┌─ The data

import { unzipSync } from 'fflate';
import { describe, expect, test } from 'vitest';
import { dangersOf } from '../../src/sheets/cautions.ts';
import { renderers } from '../../src/sheets/renderers.ts';
import { textSheet } from '../../src/sheets/text.ts';
import { closeShipped } from './closed.ts';

const about = async (file: string) => dangersOf((await closeShipped(file)).result).join('\n');

describe('the dangers told are those of what is there', () => {
  test('ammonia: hydrogen, ammonia, pressure, catalyst', async () => {
    const words = await about('reference-loop.yaml');
    for (const word of ['Nelson curves', 'Ammonia is toxic', 'bar holds the energy', 'Reduced catalyst'])
      expect(words).toContain(word);
    for (const word of ['Carbon monoxide', 'Sulphur', 'nitrogen are']) expect(words).not.toContain(word);
  });

  test('methanol: carbon monoxide, carbonyls, metal dusting, a flame that is not seen', async () => {
    const words = await about('methanol-loop.yaml');
    for (const word of ['carbonyls', 'turn metal to dust', 'methanol is toxic', 'Hydrogen'])
      expect(words).toContain(word);
    expect(words).not.toContain('Ammonia');
  });

  test('the front end of nitric acid: its oxides, oxygen beside ammonia, and no high pressure', async () => {
    const words = await about('nitric-front-end.yaml');
    for (const word of ['Oxides of nitrogen', 'explodes', 'Ammonia']) expect(words).toContain(word);
    for (const word of ['bar holds the energy', 'Carbon monoxide', 'Hydrogen embrittles'])
      expect(words).not.toContain(word);
  });
});

test('every sheet for reading says its version and what it is not; a CSV file stays a table', async () => {
  const { result, flowsheet } = await closeShipped('reference-loop.yaml');
  const sheets = new Map<string, string>([['text', textSheet(result, { version: '1.2.3' })]]);
  for (const [ending, { render }] of renderers) {
    const made = await render(result, { flowsheet, version: '1.2.3' });
    const text =
      typeof made === 'string'
        ? made
        : Object.values(unzipSync(made))
            .map((part) => Buffer.from(part).toString())
            .join('\n');
    sheets.set(ending, text);
  }
  for (const [name, sheet] of sheets) {
    // Lines are broken at widths of their own.
    const words = sheet.replace(/<[^>]*>/g, ' ').replace(/\s+/g, ' ');
    const says = { version: words.includes('1.2.3'), tool: words.includes('not a design certificate') };
    expect({ name, ...says }).toEqual({ name, version: name !== '.csv', tool: name !== '.csv' });
    if (!['.csv', '.svg'].includes(name)) expect(words).toContain('Nelson curves');
  }
});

└─

**Directions for this task:**
Write out exactly the lines between the start of the entries and the line containing "const sheets = new", including that line and the first one.

**Finished task:**
import { unzipSync } from 'fflate';
import { describe, expect, test } from 'vitest';
import { dangersOf } from '../../src/sheets/cautions.ts';
import { renderers } from '../../src/sheets/renderers.ts';
import { textSheet } from '../../src/sheets/text.ts';
import { closeShipped } from './closed.ts';

const about = async (file: string) => dangersOf((await closeShipped(file)).result).join('\n');

describe('the dangers told are those of what is there', () => {
  test('ammonia: hydrogen, ammonia, pressure, catalyst', async () => {
    const words = await about('reference-loop.yaml');
    for (const word of ['Nelson curves', 'Ammonia is toxic', 'bar holds the energy', 'Reduced catalyst'])
      expect(words).toContain(word);
    for (const word of ['Carbon monoxide', 'Sulphur', 'nitrogen are']) expect(words).not.toContain(word);
  });

  test('methanol: carbon monoxide, carbonyls, metal dusting, a flame that is not seen', async () => {
    const words = await about('methanol-loop.yaml');
    for (const word of ['carbonyls', 'turn metal to dust', 'methanol is toxic', 'Hydrogen'])
      expect(words).toContain(word);
    expect(words).not.toContain('Ammonia');
  });

  test('the front end of nitric acid: its oxides, oxygen beside ammonia, and no high pressure', async () => {
    const words = await about('nitric-front-end.yaml');
    for (const word of ['Oxides of nitrogen', 'explodes', 'Ammonia']) expect(words).toContain(word);
    for (const word of ['bar holds the energy', 'Carbon monoxide', 'Hydrogen embrittles'])
      expect(words).not.toContain(word);
  });
});

test('every sheet for reading says its version and what it is not; a CSV file stays a table', async () => {
  const { result, flowsheet } = await closeShipped('reference-loop.yaml');
  const sheets = new Map<string, string>([['text', textSheet(result, { version: '1.2.3' })]]);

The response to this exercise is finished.